I will be getting a new grill this spring, it has a meat rack that you can crank up and down from 2 - 20 inches off the coals and thought that I'd give it a try.  I read in one of Steve Raichlens books that the Rendevous in Memphis uses the direct grilling method for their ribs (dry).

Thanks in advance for any tips or suggestions.

Kloset


----------



## Captain Morgan

You can use a grill with a pan under the ribs to deflect the heat till the end.

  But you can also do them direct.  It is easy to get overdone outsides and underdone insides this way, if that makes sense.  Works much better with baby backs than spares.


----------



## Kloset BBQR

Thanks for the input guys.  I cooked some baby backs over the weekend on my Weber using the indirect method and a couple of packs of soaked hickory chips wrapped in aluminum foil placed directly on coals.  I cooked for about 3 1/2 hours and finished  the ribs directly over the coals
and got some nice carmelization of the sauce (Jack Daniels).  
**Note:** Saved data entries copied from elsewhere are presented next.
import { ChangeDetectionStrategy, Component, inject, signal } from '@angular/core';
import { FormControl, FormGroup, ReactiveFormsModule, Validators } from '@angular/forms';
import { MatButton } from '@angular/material/button';
import { MAT_DIALOG_DATA, MatDialogModule, MatDialogRef } from '@angular/material/dialog';
import { MatFormFieldModule } from '@angular/material/form-field';
import { MatInput } from '@angular/material/input';
import { firstValueFrom } from 'rxjs';

import type { PatchCatalogItem, StoredCatalogItem } from '../core/api-types.js';
import { problemMessage } from '../core/problem-details.js';
import { CatalogApi } from './catalog-api.js';

export interface CatalogItemDialogData {
  item: StoredCatalogItem;
  currency: string;
}

// Bounds of PATCH /v1/catalog/items/{sku} (shared/schemas/catalog-store.ts patchCatalogItemSchema).
export const ITEM_DESCRIPTION_MAX = 200;
export const ITEM_PRICE_MAX = 10_000_000;

/** Changes an item's name on the bill of materials and its price; the kind's figures come from an import. */
@Component({
  selector: 'tw-catalog-item-dialog',
  imports: [ReactiveFormsModule, MatDialogModule, MatButton, MatFormFieldModule, MatInput],
  template: `
    <h2 mat-dialog-title>Edit {{ data.item.sku }}</h2>
    <form [formGroup]="form" (ngSubmit)="save()">
      <mat-dialog-content>
        <mat-form-field appearance="outline">
          <mat-label>Name on the bill of materials</mat-label>
          <input matInput formControlName="description" data-testid="item-description" [maxlength]="descriptionMax" />
          @if (form.controls.description.hasError('maxlength')) {
            <mat-error>At most {{ descriptionMax }} characters.</mat-error>
          }
        </mat-form-field>
        <mat-form-field appearance="outline">
          <mat-label>Unit price ({{ data.currency }}, net)</mat-label>
          <input matInput type="number" inputmode="decimal" min="0" step="0.01" formControlName="unitPrice" data-testid="item-price" />
          <mat-hint>Empty: the item is matched but its line is not priced.</mat-hint>
          @if (form.controls.unitPrice.hasError('min') || form.controls.unitPrice.hasError('max')) {
            <mat-error>From 0 to {{ priceMax }}.</mat-error>
          }
        </mat-form-field>
        @if (failure()) {
          <p class="tw-form-failure" role="alert" data-testid="item-failure">{{ failure() }}</p>
        }
      </mat-dialog-content>
      <mat-dialog-actions align="end">
        <button matButton type="button" mat-dialog-close>Cancel</button>
        <button matButton="filled" type="submit" data-testid="item-save" [disabled]="saving()">Save</button>
      </mat-dialog-actions>
    </form>
  `,
  styles: `
    mat-form-field {
      display: block;
      width: 100%;
      margin-bottom: 8px;
    }
  `,
  changeDetection: ChangeDetectionStrategy.OnPush,
})
export class CatalogItemDialog {
  protected readonly data = inject<CatalogItemDialogData>(MAT_DIALOG_DATA);
  private readonly ref = inject<MatDialogRef<CatalogItemDialog, StoredCatalogItem>>(MatDialogRef);
  private readonly api = inject(CatalogApi);

  protected readonly descriptionMax = ITEM_DESCRIPTION_MAX;
  protected readonly priceMax = ITEM_PRICE_MAX;
  protected readonly saving = signal(false);
  protected readonly failure = signal<string | null>(null);
  protected readonly form = new FormGroup({
    description: new FormControl(this.data.item.description ?? '', { nonNullable: true, validators: [Validators.maxLength(ITEM_DESCRIPTION_MAX)] }),
    unitPrice: new FormControl<number | null>(this.data.item.unitPrice ?? null, [Validators.min(0), Validators.max(ITEM_PRICE_MAX)]),
  });

  /** Only what changed; an emptied field is sent as null, which removes it. */
  patch(): PatchCatalogItem {
    const { description, unitPrice } = this.form.getRawValue();
    const patch: PatchCatalogItem = {};
    const name = description.trim();
    if (name !== (this.data.item.description ?? '')) patch.description = name === '' ? null : name;
    const price = unitPrice === null || (unitPrice as unknown) === '' ? null : Number(unitPrice);
    if (price !== (this.data.item.unitPrice ?? null)) patch.unitPrice = price;
    return patch;
  }

  protected async save(): Promise<void> {
    if (this.form.invalid) return this.form.markAllAsTouched();
    const patch = this.patch();
    if (Object.keys(patch).length === 0) return this.ref.close();
    this.saving.set(true);
    this.failure.set(null);
    try {
      this.ref.close(await firstValueFrom(this.api.patchItem(this.data.item.sku, patch)));
    } catch (error) {
      this.failure.set(problemMessage(error));
    } finally {
      this.saving.set(false);
    }
  }
}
Ribs tasted great just a little more pull from the bone  than I would of liked.  Will try adding an extra 30 minutes next time. Temps held steady between 225 and 250 despite outside temps of about 30 degrees.

When my new grill arrives I will try cooking direct and experiment with the rack heights and report back.

Experimenting is so much fun especially when you get to eat the results!


----------



## Captain Morgan

In the 3-2-1 method for those of use bullet smokers, we put spares on indirect heat for 3 hours, 2 hours in foil, and 1 hours back in the smoke.
Results in smokey tender ribs with the sauce set well on the last hour.

The times are less on bb's.  You would probably find a good method that way on any grill if you work at it enough.


----------



## Finney

Hey Kloset,
You getting a Hasty Bake?  That's what that discription sounds like.  People swear by those things.  Haven't ever used one myself though.  Talked to a guy using one at the Hog Happenin in Shelby, but he was WAY drunk and I wasn't getting much useable info.


----------



## Kloset BBQR

Chris,

I am getting a Klose (thus the similarity in my handle).  I've got a Klose smoker too. Great pit and am hoping the grill is just as good.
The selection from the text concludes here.